In previous posts, I explained how measuring is intrinsically fuzzy and what is being measured is intrinsically fuzzy. In this post, I want to take on the common adage: “you can’t manage what you can’t measure.” As Charles Wheelan cautioned in his book Naked Statistics: Stripping the Dread from the Data, “you had better be darn sure that what you are measuring is really what you are trying to manage.”
Whelan cited research on the challenges of managing school or teacher quality by measuring student scores on standardized tests. “Any evaluation of teachers or schools that is based solely on test scores will present a dangerously inaccurate picture,” Whelan noted. The reasons include the vastly different backgrounds of the students as well as the varying skill levels of their teachers.
One humorous example of selection bias was the recent ranking of the best high schools in the Midwest. This ranking was based solely on student scores on standardized tests. The top-ranked high schools were selective enrollment schools, meaning that students must apply to get in, and only a small proportion of those students are accepted. One of the most important admissions criteria? Standardized test scores. So the schools being recognized as having students with excellent test scores are the schools that only admit students who have excellent test scores.

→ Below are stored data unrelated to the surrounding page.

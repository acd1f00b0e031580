package beam

import "soffit.example/bars"

// enclose sets the stirrup that the bars of a trial lie in, and with it the
// cover: the brief's own, or the least by which the code accepts the stirrup
// and the largest bar.
func (t *Trial) enclose(stirrup, largest bars.Size) {
	t.Stirrup = stirrup
	t.Cover = t.Brief.Cover
	if t.Cover.IsZero() {
		t.Cover = t.Code.Cover(t.Problem, stirrup, largest)
	}
}

// cage is the stirrup as the bars see it.
func (t *Trial) cage() bars.Cage {
	c := bars.Cage{
		Width: t.Brief.Section.Width, Depth: t.Brief.Section.Depth,
		SideCover: t.Cover, FaceCover: t.Cover, Stirrup: t.Stirrup,
	}
	if t.Brief.Readings.TuckedCorner {
		c.Corner = bars.Tucked
	}
	return c
}

// lay puts layers of bars at a face and reads everything else off their
// coordinates.
func (t *Trial) lay(face Face, layers []bars.Layer, inCompression bool) error {
	f := t.Steel(face)
	*f = FaceSteel{Face: face, Rows: f.Rows[:0], Fit: f.Fit}
	if len(layers) == 0 {
		f.Fit = bars.Fit{Bars: f.Fit.Bars[:0], Layers: f.Fit.Layers[:0]}
		return nil
	}
	cage := t.cage()
	if err := f.Fit.Lay(&cage, layers, t.Code.Gaps(t.Problem)); err != nil {
		return err
	}
	f.InCompression = inCompression
	f.Area, f.Centroid, f.Count = f.Fit.Area, f.Fit.Centroid, len(f.Fit.Bars)
	f.Nearest, f.Farthest = f.Fit.Bars[0].Y, f.Fit.Bars[0].Y
	f.Largest, f.Smallest = f.Fit.Bars[0].Size, f.Fit.Bars[0].Size
	for i := range f.Fit.Bars {
		b := &f.Fit.Bars[i]
		f.Nearest = f.Nearest.Min(b.Y)
		if f.Fit.Layers[b.Layer-1].Count > 1 {
			f.Farthest = f.Farthest.Max(b.Y)
		}
		if f.Largest.Diameter.Less(b.Size.Diameter) {
			f.Largest = b.Size
		}
		if b.Size.Diameter.Less(f.Smallest.Diameter) {
			f.Smallest = b.Size
		}
		f.count(b)
	}
	return nil
}

// count adds a bar to the row of its size, layer and height.
func (f *FaceSteel) count(b *bars.Placed) {
	for i := len(f.Rows) - 1; i >= 0 && f.Rows[i].Layer == b.Layer; i-- {
		if r := &f.Rows[i]; r.Size == b.Size && r.Height == b.Y {
			r.Count++
			r.Area = bars.TotalArea(bars.Group{Size: r.Size, Count: r.Count})
			return
		}
	}
	f.Rows = append(f.Rows, RowSteel{Size: b.Size, Count: 1, Layer: b.Layer, Height: b.Y, Area: b.Size.Area})
}
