package service

import (
	"testing"

	"github.com/stretchr/testify/require"

	"soffit.example/beam"
)

// A reply has room for so many rejected arrangements, and counts the others.
func TestRepliesCountTheRejectedThatTheyLeaveOut(t *testing.T) {
	for _, tc := range []struct{ all, given, more int }{
		{0, 0, 0}, {mostRejected, mostRejected, 0}, {mostRejected + 1, mostRejected, 1}, {30_000, mostRejected, 29_500},
	} {
		result := &beam.Result{Rejected: make([]beam.Rejected, tc.all)}
		for i := range result.Rejected {
			result.Rejected[i].Arrangement.Legs = 2 + i
		}
		out := outlet{}
		reply := out.design(result, "")
		require.Len(t, reply.Rejected, tc.given)
		require.Equal(t, tc.more, reply.RejectedMore)
		for i := range reply.Rejected {
			require.Equal(t, result.Rejected[i].Arrangement.Describe(out.system), reply.Rejected[i].Arrangement)
		}
	}
}
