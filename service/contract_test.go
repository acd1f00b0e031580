package service_test

import (
	"bytes"
	"context"
	"flag"
	"fmt"
	"io"
	"net/http"
	"net/http/httptest"
	"os"
	"path/filepath"
	"strings"
	"testing"

	"github.com/getkin/kin-openapi/openapi3"
	"github.com/getkin/kin-openapi/openapi3filter"
	"github.com/getkin/kin-openapi/routers"
	"github.com/getkin/kin-openapi/routers/legacy"
	"github.com/go-json-experiment/json/jsontext"
	"github.com/stretchr/testify/require"
	"pgregory.net/rapid"

	"soffit.example/service"
	"soffit.example/service/internal/openapi"
	"soffit.example/service/internal/wire"
)

var update = flag.Bool("update", false, "write what is found to the golden files")

func TestThePublishedDocumentIsFresh(t *testing.T) {
	want, err := openapi.JSON()
	require.NoError(t, err)
	w := send(newService(t), "GET", "/openapi.json", "")
	require.True(t, bytes.Equal(want, w.Body.Bytes()), "openapi.json is stale: go generate ./service")
}

// contract holds requests and replies against the published document.
type contract struct{ router routers.Router }

func newContract(t testing.TB, s *service.Service) contract {
	doc, err := openapi3.NewLoader().LoadFromData(send(s, "GET", "/openapi.json", "").Body.Bytes())
	require.NoError(t, err)
	require.NoError(t, doc.Validate(context.Background()))
	router, err := legacy.NewRouter(doc)
	require.NoError(t, err)
	return contract{router}
}

// request reports what the document has against a request.
func (c contract) request(method, path, body string) (*openapi3filter.RequestValidationInput, error) {
	r := httptest.NewRequest(method, path, strings.NewReader(body))
	if body != "" {
		r.Header.Set("Content-Type", "application/json")
	}
	route, params, err := c.router.FindRoute(r)
	if err != nil {
		return nil, err
	}
	in := &openapi3filter.RequestValidationInput{Request: r, PathParams: params, Route: route}
	return in, openapi3filter.ValidateRequest(context.Background(), in)
}

// reply reports what the document has against a reply.
func (c contract) reply(in *openapi3filter.RequestValidationInput, w *httptest.ResponseRecorder) error {
	return openapi3filter.ValidateResponse(context.Background(), &openapi3filter.ResponseValidationInput{
		RequestValidationInput: in, Status: w.Code, Header: w.Header(), Body: io.NopCloser(bytes.NewReader(w.Body.Bytes())),
		Options: &openapi3filter.Options{IncludeResponseStatus: true},
	})
}

// A golden file holds a request line, the body after it, and after a line
// that begins with === the status, the media type and the body of the reply.
func TestGolden(t *testing.T) {
	s := newService(t)
	c := newContract(t, s)
	files, err := filepath.Glob("testdata/http/*.http")
	require.NoError(t, err)
	require.NotEmpty(t, files)
	for _, file := range files {
		t.Run(strings.TrimSuffix(filepath.Base(file), ".http"), func(t *testing.T) {
			data, err := os.ReadFile(file)
			require.NoError(t, err)
			request, want, _ := strings.Cut(string(data), "\n=== ")
			line, body, _ := strings.Cut(request, "\n")
			method, path, ok := strings.Cut(line, " ")
			require.True(t, ok, "first line: method and path")
			body = strings.TrimSpace(body)

			w := send(s, method, path, body)
			reply := jsontext.Value(bytes.Clone(w.Body.Bytes())) // Indent writes into it
			require.NoError(t, reply.Indent(jsontext.WithIndent(" ")))
			got := fmt.Sprintf("%d %s\n%s\n", w.Code, w.Header().Get("Content-Type"), reply)

			in, err := c.request(method, path, body)
			if w.Code == http.StatusOK {
				require.NoError(t, err, "the document refuses a request that the service takes")
			}
			require.NotNil(t, in)
			require.NoError(t, c.reply(in, w))

			if *update {
				require.NoError(t, os.WriteFile(file, []byte(request+"\n=== "+got), 0o644))
				return
			}
			require.Equal(t, want, got)
		})
	}
}

func TestEveryReplyKeepsToTheDocument(t *testing.T) {
	s := newService(t)
	c := newContract(t, s)
	for _, r := range soundRequests() {
		full := strings.Replace(r.body, `{`, `{"detail": "full",`, 1)
		for _, body := range []string{r.body, full, `{}`, `[]`, `{`, strings.Replace(r.body, "ACI 318-19", "ACI 318-14", 1)} {
			in, _ := c.request("POST", r.path, body)
			require.NoError(t, c.reply(in, send(s, "POST", r.path, body)), "%s %.200s", r.path, body)
		}
	}
	for _, path := range []string{"/v1/bars", "/v1/bars/astm-inch", "/v1/bars/as-nzs-4671", "/v1/bars/none", "/v1/codes", "/v1/units", "/openapi.json", "/healthz", "/readyz"} {
		in, err := c.request("GET", path, "")
		require.NoError(t, err)
		require.NoError(t, c.reply(in, send(s, "GET", path, "")), path)
	}
}

// What the document refuses the service refuses too: nothing gets in that is
// not described. And where the document accepts, a refusal names a fault that
// no schema can express.
func TestDocumentAndServiceAgreeOnStructure(t *testing.T) {
	s := newService(t)
	c := newContract(t, s)
	wrong := []string{`null`, `7`, `-1`, `2.5`, `true`, `"x"`, `""`, `[]`, `{}`, `[null]`, `{"value": 1}`, `{"value": 1, "unit": "in"}`, `"1 in"`, `"1 kip"`, `"none"`}
	requests := soundRequests()
	rapid.Check(t, func(t *rapid.T) {
		r := rapid.SampledFrom(requests).Draw(t, "request")
		path, body := r.path, mutate(t, r.body, wrong)
		in, refused := c.request("POST", path, body)
		w := send(s, "POST", path, body)
		require.NoError(t, c.reply(in, w), body)
		require.NotEqual(t, http.StatusInternalServerError, w.Code, body)
		if refused != nil {
			require.GreaterOrEqual(t, w.Code, 400, "accepted although the document refuses it: %v\n%s", refused, body)
			return
		}
		if w.Code == http.StatusOK {
			return
		}
		require.Equal(t, http.StatusUnprocessableEntity, w.Code, body)
		for _, e := range decode[wire.Problem](t, w).Errors {
			for _, structural := range []string{"is not a member here", "is null", "it must be text", "it must be a list", "it must be an object"} {
				require.NotContains(t, e.Detail, structural, "the document accepts what is structurally wrong: %s", body)
			}
		}
	})
}

// mutate changes one token-sized part of a request: a value for another, a
// member's name, or a member left out.
func mutate(t *rapid.T, body string, wrong []string) string {
	type span struct{ from, to int }
	var values, names []span
	dec := jsontext.NewDecoder(strings.NewReader(body))
	for dec.PeekKind() != 0 {
		kind, n := dec.StackIndex(dec.StackDepth())
		name := kind == '{' && n%2 == 0 && dec.PeekKind() == '"'
		token, err := dec.ReadToken()
		if err != nil {
			break
		}
		to := int(dec.InputOffset())
		from := to - len(token.String())
		if token.Kind() == '"' {
			from -= 2
		}
		switch {
		case name:
			names = append(names, span{from, to})
		case token.Kind() == '"' || token.Kind() == '0' || token.Kind() == 't' || token.Kind() == 'f':
			values = append(values, span{from, to})
		}
	}
	if rapid.Bool().Draw(t, "rename") {
		at := rapid.SampledFrom(names).Draw(t, "name")
		return body[:at.from] + `"` + rapid.SampledFrom([]string{"x", "unit", "Width", "cod"}).Draw(t, "to") + `"` + body[at.to:]
	}
	at := rapid.SampledFrom(values).Draw(t, "value")
	return body[:at.from] + rapid.SampledFrom(wrong).Draw(t, "with") + body[at.to:]
}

“This is the logical equivalent,” Whelan quipped, “of giving an award to the basketball team for doing such an excellent job of producing tall students.”
As former United States Secretary of Defense Robert McNamara said, “we have to find a way of making the important measurable, instead of making the measurable important.”
When it comes to the challenges of managing data quality, make sure that your data quality metrics are making the important measurable (i.e., the business impact of poor data quality), instead of making the measurable important (i.e., the metrics provided by data profiling tools).